=== RECORDS PROVIDED ===

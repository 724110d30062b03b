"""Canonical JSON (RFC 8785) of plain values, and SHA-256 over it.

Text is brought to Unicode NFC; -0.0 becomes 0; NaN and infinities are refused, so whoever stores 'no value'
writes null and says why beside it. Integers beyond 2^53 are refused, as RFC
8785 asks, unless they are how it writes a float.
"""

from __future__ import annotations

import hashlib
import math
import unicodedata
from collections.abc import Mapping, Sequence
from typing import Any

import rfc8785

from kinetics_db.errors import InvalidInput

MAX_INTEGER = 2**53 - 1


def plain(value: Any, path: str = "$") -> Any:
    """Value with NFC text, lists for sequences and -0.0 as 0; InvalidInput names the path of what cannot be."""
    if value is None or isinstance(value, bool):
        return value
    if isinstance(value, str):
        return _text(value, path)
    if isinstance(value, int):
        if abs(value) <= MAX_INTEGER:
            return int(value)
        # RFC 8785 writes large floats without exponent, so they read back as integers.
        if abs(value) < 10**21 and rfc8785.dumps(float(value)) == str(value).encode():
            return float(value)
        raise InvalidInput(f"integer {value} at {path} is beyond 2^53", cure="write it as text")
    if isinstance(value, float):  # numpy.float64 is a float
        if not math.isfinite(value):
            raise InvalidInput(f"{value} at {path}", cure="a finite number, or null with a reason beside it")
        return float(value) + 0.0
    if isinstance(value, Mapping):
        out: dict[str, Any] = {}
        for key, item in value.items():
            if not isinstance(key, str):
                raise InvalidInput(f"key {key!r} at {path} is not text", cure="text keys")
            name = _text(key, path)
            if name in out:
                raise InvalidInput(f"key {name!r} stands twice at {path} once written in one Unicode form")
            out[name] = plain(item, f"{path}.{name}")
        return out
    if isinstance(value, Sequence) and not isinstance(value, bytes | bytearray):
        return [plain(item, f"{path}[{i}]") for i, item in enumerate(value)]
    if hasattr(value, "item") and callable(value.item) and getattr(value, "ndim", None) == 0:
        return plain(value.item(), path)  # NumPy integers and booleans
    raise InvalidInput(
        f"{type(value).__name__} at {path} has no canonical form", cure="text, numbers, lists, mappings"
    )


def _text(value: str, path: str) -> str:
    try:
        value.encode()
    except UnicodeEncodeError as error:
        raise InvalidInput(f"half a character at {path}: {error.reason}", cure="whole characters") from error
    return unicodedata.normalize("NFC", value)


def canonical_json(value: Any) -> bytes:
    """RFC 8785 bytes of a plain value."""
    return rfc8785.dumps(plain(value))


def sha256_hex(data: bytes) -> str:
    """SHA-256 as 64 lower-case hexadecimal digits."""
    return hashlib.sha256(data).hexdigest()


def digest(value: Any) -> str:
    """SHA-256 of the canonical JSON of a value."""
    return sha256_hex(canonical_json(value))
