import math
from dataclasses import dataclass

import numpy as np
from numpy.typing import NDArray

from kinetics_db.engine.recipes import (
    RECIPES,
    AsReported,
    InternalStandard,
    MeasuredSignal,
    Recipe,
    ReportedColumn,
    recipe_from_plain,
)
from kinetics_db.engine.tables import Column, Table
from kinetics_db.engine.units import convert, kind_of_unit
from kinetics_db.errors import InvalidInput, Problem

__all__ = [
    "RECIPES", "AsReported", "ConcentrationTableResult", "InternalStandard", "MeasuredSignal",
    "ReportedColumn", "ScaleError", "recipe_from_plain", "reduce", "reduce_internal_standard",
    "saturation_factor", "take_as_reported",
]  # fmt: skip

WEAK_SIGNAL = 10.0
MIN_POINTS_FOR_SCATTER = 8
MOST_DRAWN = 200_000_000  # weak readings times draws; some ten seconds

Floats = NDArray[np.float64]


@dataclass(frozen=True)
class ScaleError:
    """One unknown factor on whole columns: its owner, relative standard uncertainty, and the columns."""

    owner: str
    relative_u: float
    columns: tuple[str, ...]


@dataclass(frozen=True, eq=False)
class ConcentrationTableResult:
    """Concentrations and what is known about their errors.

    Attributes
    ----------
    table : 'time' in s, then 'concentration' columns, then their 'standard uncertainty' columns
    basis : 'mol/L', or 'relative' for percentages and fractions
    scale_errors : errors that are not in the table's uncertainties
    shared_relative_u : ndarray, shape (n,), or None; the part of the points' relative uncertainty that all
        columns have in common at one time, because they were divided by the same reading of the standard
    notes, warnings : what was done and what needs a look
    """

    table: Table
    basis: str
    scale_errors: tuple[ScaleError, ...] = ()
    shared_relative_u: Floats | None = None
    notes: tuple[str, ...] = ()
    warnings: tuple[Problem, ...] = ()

===

WORK ITEM — Find the lines that mention "cure" in the entries and show them.

OUTPUT BELOW —
        raise InvalidInput(f"integer {value} at {path} is beyond 2^53", cure="write it as text")
            raise InvalidInput(f"{value} at {path}", cure="a finite number, or null with a reason beside it")
                raise InvalidInput(f"key {key!r} at {path} is not text", cure="text keys")
        f"{type(value).__name__} at {path} has no canonical form", cure="text, numbers, lists, mappings"
        raise InvalidInput(f"half a character at {path}: {error.reason}", cure="whole characters") from error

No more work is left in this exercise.